┌─ Material provided
// The new service methods through the dispatcher both shells use: HDL generation and export, jobs with pushed
// events (simulate, bench sessions on the emulated board, replay), cancelling, board commands, and refusals.
import { existsSync, mkdtempSync, readdirSync, readFileSync, rmSync, writeFileSync } from 'node:fs';
import os from 'node:os';
import path from 'node:path';
import { afterAll, describe, expect, it } from 'vitest';
import { checkDesign } from '../core/check/checker';
import { randomStimulus } from '../core/model/stimulus';
import { simulate } from '../core/model/trace';
import { JobEventSchema, RESULT_SCHEMAS, type ApiMethod, type JobEvent, type ResultOf } from '../core/services/api';
import { traceToTracks } from '../main/services/tracks';
import { createHandlers, dispatch } from '../main/services/handlers';
import { JobManager, type Caller } from '../main/services/jobs';

const demoDir = path.join(__dirname, '..', 'fixtures');
const demo = readFileSync(path.join(demoDir, 'tank_dosing.tsm'), 'utf8');
const stamper = readFileSync(path.join(demoDir, 'event_stamper.tsm'), 'utf8');
const captureDir = mkdtempSync(path.join(os.tmpdir(), 'twinstep-app-jobs-'));
const jobs = new JobManager();
const handlers = createHandlers({ shell: 'serve', version: 'test', demoDir, captureDir, jobs });

afterAll(() => rmSync(captureDir, { recursive: true, force: true }));
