// Analysis API under /api/v1: capability, control charts (JSON or a Vega-Lite spec), baselines, chemistry
// models and prediction, heat review, band trials. Routes only parse, call src/analysis, and shape errors;
// each operation's role is appended to its description from the access policy (src/auth/policy.ts).
import { createRoute, z, type OpenAPIHono } from '@hono/zod-openapi';
import type { Db } from '../../db/connection.ts';
import { getModel, listModels } from '../../db/models.ts';
import { BaselineReferenceError } from '../../db/baselines.ts';
import { ModelReferenceError } from '../../db/models.ts';
import { ELEMENTS } from '../../ingest/certificateSchema.ts';
import { makeDistance, parseDistanceLabel } from '../../hardenability/distances.ts';
import { capabilityStudy } from '../../analysis/capabilityStudy.ts';
import { millDataQuality } from '../../analysis/millDataQuality.ts';
import { CHART_KINDS, controlChart, type ChartParameters } from '../../analysis/controlCharts.ts';
import { baselinesOnFile, freezeBaselines } from '../../analysis/baselines.ts';
import { fitAndStoreModel, PREDICTOR_NAMES, type Predictor } from '../../analysis/chemistryModel.ts';
import { predictCurve } from '../../analysis/prediction.ts';
import { heatReview } from '../../analysis/heatReview.ts';
import { bandTrial } from '../../analysis/bandTrial.ts';
import { controlChartSpec } from '../../analysis/vegaSpecs.ts';
import { AnalysisError } from '../../analysis/errors.ts';
import type { NelsonRule } from '../../stats/nelsonRules.ts';
import { ApiError, errorBodySchema } from '../errors.ts';
import type { AppEnv } from '../context.ts';

const json = (schema: z.ZodType, description: string) => ({ description, content: { 'application/json': { schema } } });
const anyObject = z.record(z.string(), z.unknown());
const isoDate = z
  .string()
  .regex(/^\d{4}-\d{2}-\d{2}$/, 'must be a date written YYYY-MM-DD')
  .refine((d) => !Number.isNaN(Date.parse(`${d}T00:00:00Z`)) && new Date(`${d}T00:00:00Z`).toISOString().startsWith(d), 'is not a real calendar date');
const source = z.enum(['mill_certificate', 'receiving_inspection', 'both']).optional().openapi({ description: 'Which tests make the series (default mill_certificate).' });
const errors = {
  400: json(errorBodySchema, 'Invalid request'),
  404: json(errorBodySchema, 'Not on file'),
  422: json(errorBodySchema, 'Not enough data, or no band in force'),
};

/** "9" or "9 mm" (millimetres) or "J4" (sixteenths of an inch, ASTM A255) to exact mm, within the specimen. */
export function parseDistance(text: string): number {
  try {
    const d = parseDistanceLabel(text, { bareNumberUnit: 'mm' });
    return makeDistance(d.value, d.system).mm;
  } catch (error) {
    throw new ApiError(400, 'invalid_request', `distance "${text}": ${(error as Error).message}`);
  }
}

const STATS_ERRORS = new Set(['StatsInputError', 'PhaseOneError', 'TooFewObservationsError', 'SingularCovarianceError', 'RegressionInputError', 'RankDeficientError', 'CrossValidationError', 'HardenabilityInputError', 'OutsideMethodError']);

/** Analysis and statistics errors as API errors; anything else propagates (500, logged). */
export async function answer<T>(work: () => Promise<T>): Promise<T> {
  try {
    return await work();
  } catch (error) {
    if (error instanceof AnalysisError) {
      const status = error.code === 'not_found' ? 404 : error.code === 'invalid_input' ? 400 : 422;
      throw new ApiError(status, error.code, error.message, error.details);
    }
    if (error instanceof BaselineReferenceError || error instanceof ModelReferenceError) throw new ApiError(404, 'not_found', error.message);
    if (error instanceof Error && STATS_ERRORS.has(error.name)) throw new ApiError(422, 'cannot_compute', error.message);
    throw error;
  }
}

const distanceBody = z.object({ distanceSystem: z.enum(['mm', 'sixteenths']).default('mm') });
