describe('OpenAPI document', () => {
  test('every operation carries its role, from the same policy the middleware enforces', async () => {
    const doc = (await call('GET', '/openapi.json', null)).body;
    const ops: Array<[string, string, any]> = [];
    for (const [path, item] of Object.entries<any>(doc.paths)) for (const [method, op] of Object.entries<any>(item)) ops.push([method, path, op]);
    expect(ops.length).toBeGreaterThan(10);
    for (const [method, path, op] of ops) {
      expect(['viewer', 'engineer', 'admin', 'public'], `${method} ${path}`).toContain(op['x-required-role']);
      expect(op.description, `${method} ${path}`).toMatch(/Role:/);
    }
    const role = (method: string, path: string) => doc.paths[path][method]['x-required-role'];
    expect(role('post', '/api/v1/grades/{code}/bands')).toBe('engineer');
    expect(role('get', '/api/v1/heats/{id}')).toBe('viewer');
    expect(doc.paths['/api/v1/heats/{id}'].get['x-roles']).toEqual(['viewer', 'engineer', 'admin', 'mill']);
    expect(doc.paths['/api/v1/certificates'].post['x-roles']).toEqual(['engineer', 'admin', 'mill']);
    expect(role('post', '/api/v1/alerts/{id}/ack')).toBe('engineer');
    expect(role('post', '/api/v1/webhooks')).toBe('admin');
    expect(role('delete', '/api/v1/webhooks/{id}')).toBe('admin');
    expect(doc.components.securitySchemes.bearerToken).toMatchObject({ type: 'http', scheme: 'bearer' });
  });
});

describe('a mill token and dry runs', () => {
  test("a dry run naming another mill's heat is refused before anything about that heat is reported", async () => {
    const doc = JSON.stringify([certificate({ mill: 'OSTRAVEK', heatNumber: 'O-1', certificateNumber: 'OS-1' })]);
    const r = await call('POST', '/api/v1/imports?format=json&dryRun=true', 'mill', doc);
    expect(r.status).toBe(403);
    expect(r.body.error.code).toBe('forbidden_mill');
    expect(JSON.stringify(r.body)).not.toMatch(/differences|heatId/);
  });
});
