function problem(origin: { row: number; column?: string; defaultOf?: FieldName }, path: string, reason: string): ValidationProblem {
  const where = place(origin);
  return origin.column !== undefined
    ? { row: origin.row, column: origin.column, path, message: `${where}: ${reason}` }
    : { row: origin.row, path, message: `${where}: ${reason}` };
}

function fileProblem(message: string): ValidationProblem {
  return { path: '', message };
}

function headerText(cell: RawCell): string {
  return cell === null || cell === undefined ? '' : showCell(cell).trim();
}

function resolveColumns(
  headerCells: RawCell[],
  layout: MillLayout | undefined,
  fileProblems: ValidationProblem[],
  warnings: ValidationProblem[],
): Column[] {
  const layoutFields = new Map<string, FieldName>();
  const patterns = new Map<string, RegExp>();
  const ignored = new Set<string>();
  if (layout) {
    for (const [field, header] of Object.entries(layout.columns)) layoutFields.set(normaliseHeader(header), field as FieldName);
    for (const spec of layout.distances) if ('pattern' in spec) patterns.set(spec.pattern, compileDistancePattern(spec.pattern));
    for (const h of layout.ignoreColumns) ignored.add(normaliseHeader(h));
  }
  const columns: Column[] = [];
  headerCells.forEach((cell, index) => {
    const header = headerText(cell);
    if (header === '') {
      columns.push({ index, header, role: { kind: 'ignored' } });
      return;
    }
    const norm = normaliseHeader(header);
    let role: ColumnRole | undefined;
    let reading: HeaderReading;
    if (layout) {
      const field = layoutFields.get(norm);
      if (field) role = { kind: 'field', field };
      reading = role ? { kind: 'not-distance' } : readLayoutDistanceHeader(header, layout.distances, patterns);
    } else {
      const field = fieldForOwnHeader(header);
      if (field) role = { kind: 'field', field };
      reading = role ? { kind: 'not-distance' } : readDistanceHeader(header);
    }
    if (!role) {
      if (reading.kind === 'distance') role = { kind: 'distance', position: reading.position };
      else if (reading.kind === 'refused') {
        fileProblems.push(fileProblem(`column "${header}": ${reading.reason}`));
        role = { kind: 'ignored' };
      } else {
        role = { kind: 'ignored' };
        if (!ignored.has(norm)) {
          warnings.push({
            column: header,
            path: '',
            message: layout
              ? `column "${header}" is not named in the layout "${layout.name}"; it was ignored`
              : `column "${header}" is not one of our fields; it was ignored`,
          });
        }
      }
    }
    columns.push({ index, header, role });
  });

  // The same field or distance twice is ambiguous.
  const seen = new Map<string, Column>();
  for (const c of columns) {
    const id = c.role.kind === 'field' ? c.role.field : c.role.kind === 'distance' ? `${c.role.position.system}:${c.role.position.at}` : undefined;
    if (!id) continue;
    const first = seen.get(id);
    if (first) {
      const what = c.role.kind === 'field' ? c.role.field : `the distance ${id.replace(':', ' ')}`;
      fileProblems.push(fileProblem(`columns "${first.header}" and "${c.header}" both hold ${what}; keep one`));
    } else seen.set(id, c);
  }
  return columns;
}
└─
#### Problem description:
Once you have checked the entries above, say how many lines include the word "BaselineReferenceError", and nothing beyond the number.

#### Exercise response:
2